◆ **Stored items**
________________
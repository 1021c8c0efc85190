package export

import (
	"context"
	"os"
	"testing"

	"reckon.example/fusion/fusiontest"
)

// hourRun is an hour of the greenhouse cart at the simulator's default
// rates (200 Hz odometry, 100 Hz IMU, 10 Hz camera): about 1.1 million
// inputs.
var hourRun = fusiontest.Scenario{Layout: fusiontest.FreeWheelTurn, IMU: true, Counts: true, Seed: 60, DurationS: 3600, OutlierFraction: 0.02}

// TestWriteHourJournal writes the journal of an hour's run into the
// directory RECKON_HOUR_JOURNAL, for measuring an export with /usr/bin/time
// (README, "Fleet questions with DuckDB"); without it the test skips.
func TestWriteHourJournal(t *testing.T) {
	dir := os.Getenv("RECKON_HOUR_JOURNAL")
	if dir == "" {
		t.Skip("set RECKON_HOUR_JOURNAL to a directory to write an hour's journal into")
	}
	if err := os.MkdirAll(dir, 0o755); err != nil {
		t.Fatal(err)
	}
	if err := writeJournal(t, dir, "cart-1", hourRun, lagOdometry{}).Close(); err != nil {
		t.Fatal(err)
	}
}

// BenchmarkExport exports a minute of one cart; inputs/s is the rate of
// the whole export (replay, rows, Parquet encoding and compression).
func BenchmarkExport(b *testing.B) {
	sc := hourRun
	sc.DurationS = 60
	dir := b.TempDir()
	if err := writeJournal(b, dir, "cart-1", sc, lagOdometry{}).Close(); err != nil {
		b.Fatal(err)
	}
	out := b.TempDir()
	b.ReportAllocs()
	var inputs int64
	for b.Loop() {
		rows, err := Export(context.Background(), dir, out, Options{})
		if err != nil {
			b.Fatal(err)
		}
		inputs += rows[0].Inputs
	}
	b.ReportMetric(float64(inputs)/b.Elapsed().Seconds(), "inputs/s")
}
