// innovation writes z - h(x) into v (angles wrapped) and the Jacobian H
// into f.h.
func (f *Filter) innovation(m *Measurement, v *[3]float64) error {
	d := m.Kind.Dim()
	for i := 0; i < d; i++ {
		if !finite(m.Z[i]) {
			return fmt.Errorf("measurement %s component %d: %w", m.Kind, i, ErrNotFinite)
		}
	}
	var z [3]float64
	if err := m.predict(f.st.x[:], f.st.n, &z, &f.h); err != nil {
		return err
	}
	for i := 0; i < d; i++ {
		v[i] = m.Z[i] - z[i]
		if m.Kind.IsAngle(i) {
			v[i] = Wrap(v[i])
		}
	}
	return nil
}

// addLandmarkVar adds to f.r the landmark's survey error, m.LandmarkVar
// in each axis, through the measurement's Jacobian in the landmark's
// position, which is minus its Jacobian in the robot's (f.h's first two
// columns, just formed): J v J^T, as white noise of this fix alone.
func (f *Filter) addLandmarkVar(m *Measurement, d int) {
	if m.Kind != KindRangeBearing && m.Kind != KindRange && m.Kind != KindBearing {
		return
	}
	for i := 0; i < d; i++ {
		for j := 0; j < d; j++ {
			hi, hj := f.h[i*stride:i*stride+2], f.h[j*stride:j*stride+2]
			f.r[i*3+j] += m.LandmarkVar * (hi[0]*hj[0] + hi[1]*hj[1])
		}
	}
}

// innovationCovariance forms P H^T in f.k (n x d, stride 3, until the gain
// replaces it) and S = H P H^T + f.r in f.s, and factorises S into f.l.
func (f *Filter) innovationCovariance(d int) error {
	n := f.st.n
	P, H := &f.st.p, &f.h
	// H is sparse (a few pose columns and the bias states): the products
	// run over its non-zero columns only.
	var nz [3][MaxStates]int
	var nnz [3]int
	for j := 0; j < d; j++ {
		for k := 0; k < n; k++ {
			if H[j*stride+k] != 0 {
				nz[j][nnz[j]] = k
				nnz[j]++
			}
		}
	}
	for i := 0; i < n; i++ {
		for j := 0; j < d; j++ {
			var acc float64
			for _, k := range nz[j][:nnz[j]] {
				acc += P[i*stride+k] * H[j*stride+k]
			}
			f.k[i*3+j] = acc
		}
	}
	for i := 0; i < d; i++ {
		for j := 0; j < d; j++ {
			var acc float64
			for _, k := range nz[i][:nnz[i]] {
				acc += H[i*stride+k] * f.k[k*3+j]
			}
			f.s[i*3+j] = acc + f.r[i*3+j]
		}
	}
	symmetrise(f.s[:], d, measStride)
	if !cholesky(f.s[:], f.l[:], d, measStride) {
		return ErrNotPositiveDefinite
	}
	return nil
}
________________
◆ **What you are asked to do**
Count the lines of these entries that hold the string "Close", and give only that number.

◆ **Your solution**
2